Items listed in a dataset:
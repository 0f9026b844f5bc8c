// A complete flow case read from a case file: fluid, geometry, formulation,
// boundary conditions by role, numerics and outputs.
#pragma once

#include "meshes/geometry.h"
#include "solver/formulation/kinematics.h"
#include "solver/input/case_file.h"
#include "solver/input/flow_sections.h"
#include "solver/input/fluid_section.h"

#include <cmath>
#include <memory>
#include <string>
#include <utility>
#include <vector>

namespace lentus::input
{
  /// Declares Geometry, Flow, Boundary conditions, Nonlinear solver, Linear solver, Output.
  void declare_flow_case(CaseSchema &schema);

  /// A complete flow case: the sections as read (each owns its keys, flow_sections.h) and what is
  /// derived from them and checked across sections (the geometry, the conditions by role).
  struct FlowCase
  {
    /// Angular velocity of the impeller, 2 pi N [rad/s].
    double impeller_omega() const { return 2. * M_PI * operating.rotation_speed; }

    std::string case_file;
    std::string case_name; ///< file name without folder and extension
    Fluid       fluid;

    GeometrySection                   geometry_keys;
    GmshMeshSection                   gmsh_keys;
    FlowSection                       model;     ///< subsection Flow
    OperatingPointSection             operating;
    VesselSection                     vessel;
    BoundaryConditionsSection         boundary_keys;
    NonlinearSolverSection            nonlinear;
    LinearSolverSection               linear;
    AccuracySection                   accuracy;
    HeatSection                       heat;
    OutputSection                     output;

    // Derived and checked across sections.
    std::vector<double>               shape_values; ///< dimensions of a catalogue shape
    std::string                       mesh_file;    ///< Gmsh mesh: the file, as found from the working directory
    std::unique_ptr<meshes::Geometry> geometry;
    std::vector<BoundaryCondition>    conditions;   ///< one per role of the geometry
    std::vector<ThermalCondition>     thermal_conditions; ///< one per role with the energy equation, else none
    std::string                       output_folder; ///< Output/Folder, or out/<case name>
    std::string                       complete_text; ///< every key with its value, for the record
    /// Where Accuracy/Targeted numbers was set (file or command line, line), for a message about a
    /// name the solved case does not have.
    std::pair<std::string, int> targeted_numbers_place;
    /// A sweep's warm start (not a case-file key): each mesh of the sequence starts from the solution
    /// saved under `warm_start_from` when it was saved on the same mesh with the same ranks, and this
    /// case's converged solutions on those meshes are saved under `warm_start_save`; "" for neither.
    std::string warm_start_from, warm_start_save;
  };

  /// Reads and validates a flow case; throws InputError with file, line and key.
  FlowCase read_flow_case(const CaseFile &file);

  /// Reads only what the mesh needs into `flow` (case name, Geometry and its shape's
  /// dimensions or mesh file, Flow), checked as read_flow_case does;
  /// no fluid or boundary conditions are needed. Throws InputError.
  void read_geometry(const CaseFile &file, FlowCase &flow);
} // namespace lentus::input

YOUR GOAL:
The records above are to be duplicated in full and exactly.

COMPLETED EXERCISE:
repository 0f9026b844f5bc8c
// A complete flow case read from a case file: fluid, geometry, formulation,
// boundary conditions by role, numerics and outputs.
#pragma once

#include "meshes/geometry.h"
#include "solver/formulation/kinematics.h"
#include "solver/input/case_file.h"
#include "solver/input/flow_sections.h"
#include "solver/input/fluid_section.h"

#include <cmath>
#include <memory>
#include <string>
#include <utility>
#include <vector>

namespace lentus::input
{
  /// Declares Geometry, Flow, Boundary conditions, Nonlinear solver, Linear solver, Output.
  void declare_flow_case(CaseSchema &schema);

  /// A complete flow case: the sections as read (each owns its keys, flow_sections.h) and what is
  /// derived from them and checked across sections (the geometry, the conditions by role).
  struct FlowCase
  {
    /// Angular velocity of the impeller, 2 pi N [rad/s].
    double impeller_omega() const { return 2. * M_PI * operating.rotation_speed; }

    std::string case_file;
    std::string case_name; ///< file name without folder and extension
    Fluid       fluid;

    GeometrySection                   geometry_keys;
    GmshMeshSection                   gmsh_keys;
    FlowSection                       model;     ///< subsection Flow
    OperatingPointSection             operating;
    VesselSection                     vessel;
    BoundaryConditionsSection         boundary_keys;
    NonlinearSolverSection            nonlinear;
    LinearSolverSection               linear;
    AccuracySection                   accuracy;
    HeatSection                       heat;
    OutputSection                     output;

    // Derived and checked across sections.
    std::vector<double>               shape_values; ///< dimensions of a catalogue shape
    std::string                       mesh_file;    ///< Gmsh mesh: the file, as found from the working directory
    std::unique_ptr<meshes::Geometry> geometry;
    std::vector<BoundaryCondition>    conditions;   ///< one per role of the geometry
    std::vector<ThermalCondition>     thermal_conditions; ///< one per role with the energy equation, else none
    std::string                       output_folder; ///< Output/Folder, or out/<case name>
    std::string                       complete_text; ///< every key with its value, for the record
    /// Where Accuracy/Targeted numbers was set (file or command line, line), for a message about a
    /// name the solved case does not have.
    std::pair<std::string, int> targeted_numbers_place;
    /// A sweep's warm start (not a case-file key): each mesh of the sequence starts from the solution
    /// saved under `warm_start_from` when it was saved on the same mesh with the same ranks, and this
    /// case's converged solutions on those meshes are saved under `warm_start_save`; "" for neither.
    std::string warm_start_from, warm_start_save;
  };

  /// Reads and validates a flow case; throws InputError with file, line and key.
  FlowCase read_flow_case(const CaseFile &file);

  /// Reads only what the mesh needs into `flow` (case name, Geometry and its shape's
  /// dimensions or mesh file, Flow), checked as read_flow_case does;
  /// no fluid or boundary conditions are needed. Throws InputError.
  void read_geometry(const CaseFile &file, FlowCase &flow);
} // namespace lentus::input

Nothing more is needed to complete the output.